He should mellow out pretty quickly Tim, and again.....the GE's are a solid project with unlimited potential!

I'll email you some pictures this weekend, I think you'll enjoy them.

----------

_muddoc_ (03-18-2010)

----------


## muddoc

> He should mellow out pretty quickly Tim, and again.....the GE's are a solid project with unlimited potential!
> 
> I'll email you some pictures this weekend, I think you'll enjoy them.


Thanks for all of the help when I was making my decision at the show.  I really appreciate the input.

p.s.  He is starting to mellow a bit.  At least he doesn't open his mouth when you slide out the tub anymore.  However, he does still tongue flick more than my others do, so I know he is sniffing for me.

----------


## Kysenia

Beautiful looking blood...........like my wife she looks like she is all business :Smile:

----------

_muddoc_ (03-19-2010)

----------


## West Coast Jungle

That thing is awesome Tim! Big Congrats. Real handsome fellow there :Good Job:

----------

_muddoc_ (03-21-2010)

----------


## muddoc

Thanks again everyone.  He seems to be settling down ever so slightly.  He is still very aware of his surroundings (I know that is a Blood thing), but my other ones seem to be a little less caring (more like a Ball).  He hasn't bitten me since I took him out of the bag, and he did eat on Thursday, so he seems to be doing great, and I hope to get some more pics from him in a couple months (hopefully with some of his future Albino girlfriends).

----------


## Jason Bowden

Nice one!  Hope I wonder over your side of the state one day and see your snakes!

----------

_muddoc_ (03-22-2010)

----------


## mrmertz

A Goldeneye Blood. Geeez, I can't keep up with all of the morphs and mutations anymore. I'd have thousands upon thousands of dollars wrapped up in snakes like this one if I was able to. As it is, we are lookin' at probably $3,000. or so just to switch over to Animal Plastics tanks just to house a few of our guys!

Beautiful snake - I won't EVEN ask how much somethin' like that costs. 

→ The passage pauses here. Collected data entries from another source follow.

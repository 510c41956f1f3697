import fc from 'fast-check';
import { describe, expect, it } from 'vitest';
import {
  MixtureBuilder,
  MixturePool,
  mixtureCdf,
  mixtureMoments,
  mixtureQuantile,
} from '../../../src/engineering/priority/mixture.js';
import { normalQuantile } from '../../../src/engineering/numeric/normal.js';
import { gathered, mixtureOf, normalOf } from '../../support/engineering-mixture.js';
import type { Part } from '../../support/engineering-mixture.js';

const between = (min: number, max: number): fc.Arbitrary<number> => fc.double({ min, max, noNaN: true });

/** Parts of one spread, as the assessment adds them. */
const PARTS: fc.Arbitrary<readonly Part[]> = fc
  .tuple(between(0.3, 2), fc.array(fc.tuple(between(0.001, 1), between(-6, 6)), { minLength: 1, maxLength: 120 }))
  .map(([sd, rows]) => {
    const total = rows.reduce((sum, [weight]) => sum + weight, 0);
    return rows.map(([weight, mean]) => ({ weight: weight / total, mean, sd }));
  });

describe('MixtureBuilder', () => {
  it('keeps weight, mean and variance', () => {
    fc.assert(
      fc.property(PARTS, (parts) => {
        const before = mixtureMoments(mixtureOf(parts));
        const mixture = gathered(parts);
        const after = mixtureMoments(mixture);
        expect(mixtureCdf(mixture, 1e6)).toBeCloseTo(1, 12);
        expect(Math.abs(after.mean - before.mean)).toBeLessThanOrEqual(1e-12 * (1 + Math.abs(before.mean)));
        expect(Math.abs(after.sd ** 2 - before.sd ** 2)).toBeLessThanOrEqual(1e-12 * (1 + before.sd ** 2) * 4);
      }),
      { numRuns: 300, seed: 15 },
    );
  });

  it('changes no chance by more than 0.002', () => {
    fc.assert(
      fc.property(PARTS, (parts) => {
        let worst = 0;
        const before = mixtureOf(parts);
        const after = gathered(parts);
        for (let x = -10; x <= 10; x += 0.25)
          worst = Math.max(worst, Math.abs(mixtureCdf(before, x) - mixtureCdf(after, x)));
        expect(worst).toBeLessThan(0.002);
      }),
      { numRuns: 300, seed: 16 },
    );
  });

  it('does not move by more than a last bit when its parts do', () => {
    // equally spaced parts on the edges of bins: where a whole part could jump from one bin to the next
    for (const step of [0.2, 0.4, 0.8, 1]) {
      const parts = Array.from({ length: 9 }, (_, i) => ({ weight: 1 / 9, mean: i * step, sd: 0.5 }));
      const before = gathered(parts);
      const after = gathered(
        parts.map(({ weight, mean, sd }) => ({ weight, mean: mean * (1 + 4e-16), sd: sd * (1 - 4e-16) })),
      );
      for (const q of [0.05, 0.5, 0.95]) {
        expect(mixtureQuantile(after, q, normalQuantile(q))).toBeCloseTo(
          mixtureQuantile(before, q, normalQuantile(q)),
          10,
        );
      }
    }
  });

  it('gathers parts without spread to within 0.05 of ln S', () => {
    const mixture = gathered([
      { weight: 0.5, mean: 0, sd: 0 },
      { weight: 0.25, mean: 0.01, sd: 0 },
      { weight: 0.25, mean: 1, sd: 0 },
    ]);
    expect(mixture.to - mixture.from).toBeLessThanOrEqual(4);
    expect(mixtureMoments(mixture).mean).toBeCloseTo(0.2525, 12);
  });

  it('starts again after clear and has nothing to gather when empty', () => {
    const builder = new MixtureBuilder();
    builder.add(1, 3, 1);
    builder.clear();
    expect(() => builder.gather(new MixturePool())).toThrow('an empty mixture');
  });
});

describe('mixtureQuantile', () => {
  it('inverts mixtureCdf', () => {
    fc.assert(
      fc.property(PARTS, between(0.001, 0.999), (parts, q) => {
        const mixture = mixtureOf(parts);
        expect(Math.abs(mixtureCdf(mixture, mixtureQuantile(mixture, q, normalQuantile(q))) - q)).toBeLessThan(1e-10);
      }),
      { numRuns: 500, seed: 17 },
    );
  });

  it('of one normal is mean plus z times its spread', () => {
    expect(mixtureQuantile(normalOf(2, 0.5), 0.95, 1.6448536269514722)).toBeCloseTo(2.822426813475736, 14);
    expect(mixtureQuantile(normalOf(2, 0), 0.95, 1.6448536269514722)).toBe(2);
  });

  it('finds its place between steps', () => {
    const steps = mixtureOf([
      { weight: 0.3, mean: 0, sd: 0 },
      { weight: 0.7, mean: 1, sd: 0 },
    ]);
    expect(mixtureQuantile(steps, 0.2, -0.84)).toBeCloseTo(0, 9);
    expect(mixtureQuantile(steps, 0.5, 0)).toBeCloseTo(1, 9);
  });
});
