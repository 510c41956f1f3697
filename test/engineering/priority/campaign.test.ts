import { describe, expect, it } from 'vitest';
import { bestCampaign, knownSet, planCampaign, withinReach } from '../../../src/engineering/priority/campaign.js';
import type { Candidate, Visit } from '../../../src/engineering/priority/campaign.js';
import type { Worth } from '../../../src/engineering/priority/survey-value.js';
import { random } from '../../support/engineering-random.js';

/** Two unknowns whose values simply add. */
const adding = (system: number, year: number): Worth => ({
  unknowns: ['system', 'year'],
  value: Float64Array.of(0, system, year, system + year),
  wrongOf: (set) => [0.4, 0.3, 0.2, 0.1][set]!,
});

const STREET: Visit = { name: 'street', hours: 0.5, money: 50, finds: { system: 1 } };
const DESK: Visit = { name: 'desk', hours: 1, money: 20, finds: { year: 1 } };
const free = { hours: Infinity, money: Infinity };

describe('bestCampaign', () => {
  const worthOf = (planned: readonly { readonly value: number }[]): number =>
    planned.reduce((sum, { value }) => sum + value, 0);
  const drawings: Visit = { name: 'drawings', hours: 0.5, money: 400, finds: { system: 1, year: 1 } };
  const many: Candidate[] = Array.from({ length: 12 }, (_, index) => ({ index, worth: adding(1 + 0.1 * index, 1) }));

  it('weighs by what is limited', () => {
    expect(bestCampaign(many, [STREET, drawings], { hours: 3, money: Infinity }).cost).toBe('hours');
    expect(bestCampaign(many, [STREET, drawings], { hours: Infinity, money: 500 }).cost).toBe('money');
  });

  it('is worth no less with hours beside the money than the money alone buys, nor with money beside the hours', () => {
    for (const money of [100, 430, 1000, 2500])
      for (const hours of [1, 2, 4, 1000]) {
        const both = worthOf(bestCampaign(many, [STREET, drawings], { hours, money }).planned);
        const byHours = planCampaign(many, [STREET, drawings], { hours, money }, 'hours');
        const byMoney = planCampaign(many, [STREET, drawings], { hours, money }, 'money');
        expect(both).toBeGreaterThanOrEqual(Math.max(worthOf(byHours), worthOf(byMoney)) * (1 - 1e-9));
        if (hours === 1000)
          expect(both).toBeGreaterThanOrEqual(
            worthOf(bestCampaign(many, [STREET, drawings], { hours: Infinity, money }).planned) * (1 - 1e-9),
          );
      }
    // by hours alone the dear visit wins and the money is gone after two: 2.2 + 2.3; for the money ten street visits are worth far more
    const wealthy = bestCampaign(many, [STREET, drawings], { hours: 1000, money: 900 });
    expect(wealthy.cost).not.toBe('hours');
    expect(wealthy.planned.at(-1)!.money).toBeLessThanOrEqual(900);
  });
});

describe('planCampaign', () => {
  it('takes the visits in the order of value for cost and stops at the limit', () => {
    const candidates: Candidate[] = [
      { index: 7, worth: adding(1, 4) },
      { index: 3, worth: adding(3, 0.5) },
    ];
    const all = planCampaign(candidates, [STREET, DESK], free, 'hours');
    // for an hour: 6 (3 street), 4 (7 desk), 2 (7 street), 0.5 (3 desk)
    expect(all.map(({ index, visit }) => `${String(index)} ${visit.name}`)).toEqual([
      '3 street',
      '7 desk',
      '7 street',
      '3 desk',
    ]);
    expect(all.map(({ valuePerCost }) => valuePerCost)).toEqual([6, 4, 2, 0.5]);
    expect(all.at(-1)).toMatchObject({ hours: 3, money: 140 });
    const short = planCampaign(candidates, [STREET, DESK], { hours: 1.5, money: Infinity }, 'hours');
    expect(short.map(({ index, visit }) => `${String(index)} ${visit.name}`)).toEqual(['3 street', '7 desk']);
    // money decides otherwise: 0.2 and 0.025 of a desk, 0.06 and 0.02 of a street visit
    const cheap = planCampaign(candidates, [STREET, DESK], { hours: Infinity, money: 70 }, 'money');
    expect(cheap.map(({ index, visit }) => `${String(index)} ${visit.name}`)).toEqual(['7 desk', '3 street']);
  });

  it('passes over a visit that no longer fits for one that does', () => {
    const plan = planCampaign(
      [{ index: 0, worth: adding(1, 9) }],
      [STREET, DESK],
      { hours: 0.5, money: Infinity },
      'hours',
    );
    expect(plan.map(({ visit }) => visit.name)).toEqual(['street']);
  });

  it('counts a second visit only for what the first has left open, and the values add to that of both', () => {
    const again: Visit = { name: 'drawings', hours: 4, money: 400, finds: { system: 1, year: 1 } };
    const half: Visit = { name: 'desk', hours: 1, money: 20, finds: { year: 0.5 } };
    const plan = planCampaign([{ index: 0, worth: adding(2, 1) }], [half, again], free, 'hours');
    const total = plan.reduce((sum, { value }) => sum + value, 0);
    expect(plan.map(({ visit, value }) => [visit.name, value])).toEqual([['drawings', 3]]);
    expect(total).toBeCloseTo(3, 12);
  });

  it('does not count on a visit that failed to find an unknown out at that building, but on others and elsewhere', () => {
    const drawings: Visit = { name: 'drawings', hours: 4, money: 400, finds: { system: 1, year: 1 } };
    const failed = new Map([['street', new Set(['system'] as const)]]);
    const candidates: Candidate[] = [
      { index: 0, worth: adding(2, 1), failed },
      { index: 1, worth: adding(2, 1) },
    ];
    const made = (visits: readonly Visit[]) =>
      planCampaign(candidates, visits, free, 'hours').map(({ index, visit, asks, value }) => [
        index,
        visit.name,
        asks.join(' '),
        value,
      ]);
    expect(made([STREET])).toEqual([[1, 'street', 'system', 2]]);
    // building 0 keeps its desk visit, and its system is worth 2 of the 4 h of drawings
    expect(made([STREET, DESK, drawings])).toEqual([
      [1, 'street', 'system', 2],
      [0, 'desk', 'year', 1],
      [1, 'desk', 'year', 1],
      [0, 'drawings', 'system', 2],
    ]);
    // a visit that failed on one thing of two still goes for the other
    const both: Visit = { name: 'street', hours: 0.5, money: 50, finds: { system: 1, year: 1 } };
    expect(made([both])).toEqual([
      [1, 'street', 'system year', 3],
      [0, 'street', 'year', 1],
    ]);
    // sets of system (1) and year (2) that can still be found out
    expect(candidates.map((one) => withinReach(one, [STREET]))).toEqual([0, 1]);
    expect(candidates.map((one) => withinReach(one, [STREET, DESK]))).toEqual([2, 3]);
    expect(withinReach(candidates[0]!, [drawings])).toBe(3);
  });

  it('asks for nothing that is known by now, and weighs visits by what they add to it', () => {
    const drawings: Visit = { name: 'drawings', hours: 4, money: 400, finds: { system: 1, year: 1 } };
    // values that do not add: of a building whose system is known its year is worth 0.5, not 1
    const worth: Worth = { ...adding(2, 1), value: Float64Array.of(0, 2, 1, 2.5) };
    const candidates: Candidate[] = [
      { index: 0, worth, known: new Set(['system']) },
      { index: 1, worth: adding(9, 9), known: new Set(['system', 'year']) },
    ];
    expect(
      planCampaign(candidates, [STREET, DESK, drawings], free, 'hours').map((one) => [
        one.index,
        one.visit.name,
        one.asks,
        one.value,
        // known from the start: 0.3 of the sets' chances, then both 0.1
        one.wrongBefore,
        one.wrongAfter,
      ]),
    ).toEqual([[0, 'desk', ['year'], 0.5, 0.3, 0.1]]);
    expect(candidates.map(knownSet)).toEqual([1, 3]);
    expect(candidates.map((one) => withinReach(one, [STREET]))).toEqual([1, 3]);
    expect(withinReach(candidates[0]!, [DESK])).toBe(3);
  });

  it('is never better served by another order of the same number of visits, where values add', () => {
    const { uniform } = random(42);
    for (let world = 0; world < 20; world += 1) {
      const candidates = Array.from({ length: 6 }, (_, index) => ({ index, worth: adding(uniform(), uniform()) }));
      const plan = planCampaign(
        candidates,
        [
          { ...STREET, hours: 1 },
          { ...DESK, hours: 1 },
        ],
        { hours: 5, money: Infinity },
        'hours',
      );
      const best = candidates
        .flatMap(({ worth }) => [worth.value[1]!, worth.value[2]!])
        .sort((a, b) => b - a)
        .slice(0, 5);
      expect(plan.reduce((sum, { value }) => sum + value, 0)).toBeCloseTo(
        best.reduce((sum, value) => sum + value, 0),
        12,
      );
    }
  });

  it('leaves out what is worth nothing', () => {
    const plan = planCampaign(
      [
        { index: 0, worth: adding(1, 1) },
        { index: 1, worth: adding(1e-9, 0) },
      ],
      [STREET, DESK],
      free,
      'hours',
    );
    expect(plan.every(({ index }) => index === 0)).toBe(true);
    expect(planCampaign([], [STREET], free, 'hours')).toEqual([]);
  });
});
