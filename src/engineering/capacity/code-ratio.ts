/** The plain code ratio: what the latest code of the place asks over what the code of the era asked, both at strength level. */
import { record } from '../formula.js';
import type { Family } from '../formula.js';
import { number } from './edition.js';

interface RatioInput {
  readonly strength_today: number;
  readonly strength_then: number;
  readonly importance_factor: number;
}

const family: Family<RatioInput, Record<never, number>> = {
  id: 'capacity/code-ratio',
  yields: 'code_ratio',
  unit: null,
  symbol: 'r',
  inputs: [
    number('strength_today', 'strength coefficient of the latest code of the place'),
    number('strength_then', 'strength coefficient of the code of its era'),
    number('importance_factor', 'importance factor, the same in both'),
  ],
  expression: '(strength_today * importance_factor) / (strength_then * importance_factor)',
  evaluate: ({ strength_today, strength_then, importance_factor }) =>
    (strength_today * importance_factor) / (strength_then * importance_factor),
};

export const CODE_RATIO = record({
  id: 'swaymark/capacity/code-ratio',
  title: "Today's design coefficient over that of the era",
  family,
  constants: {},
  source: { standard: 'Swaymark', edition: '', clause: 'shown beside the capacity, counted nowhere' },
  verified: 'judgement',
  limits: [],
  note: 'Both at strength level, at least 0.04; both with the importance of the building, which cancels.',
});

I don't want to hijack your thread, but how was your dealings with VPI?

----------

_muddoc_ (04-08-2010)

----------


## vjb

I'm official requesting that people STOP posting pics of their beautiful bloods.
I've resisted getting one so far but my willpower is fading fast.  :Razz: 
(Gorgeous snake BTW - Congrats!)

----------

_muddoc_ (04-08-2010)

----------


## cinderbird

the magpie blood is my favorite blood morph, with the golden eye being second. Fantastic looking animal, i look forward to seeing some more pics of him.

----------

_muddoc_ (04-08-2010)

----------


## mrmertz

A Magpie Blood, huh? Gonna Google and see what I come up with...

----------


## muddoc

> I don't want to hijack your thread, but how was your dealings with VPI?


I have dealt with Tracy numerous times, as I have Dave.  I have sat and eaten with Dave before, and stood at a table talking with Tracy before.  They are both great people that have a huge love for the hobby.  I have traded with Tracy, bought from Tracy at a show, and had Tracy ship me stuff.  Never a problem.

----------


## joepythons

Tim he is sweet looking  :Good Job:

----------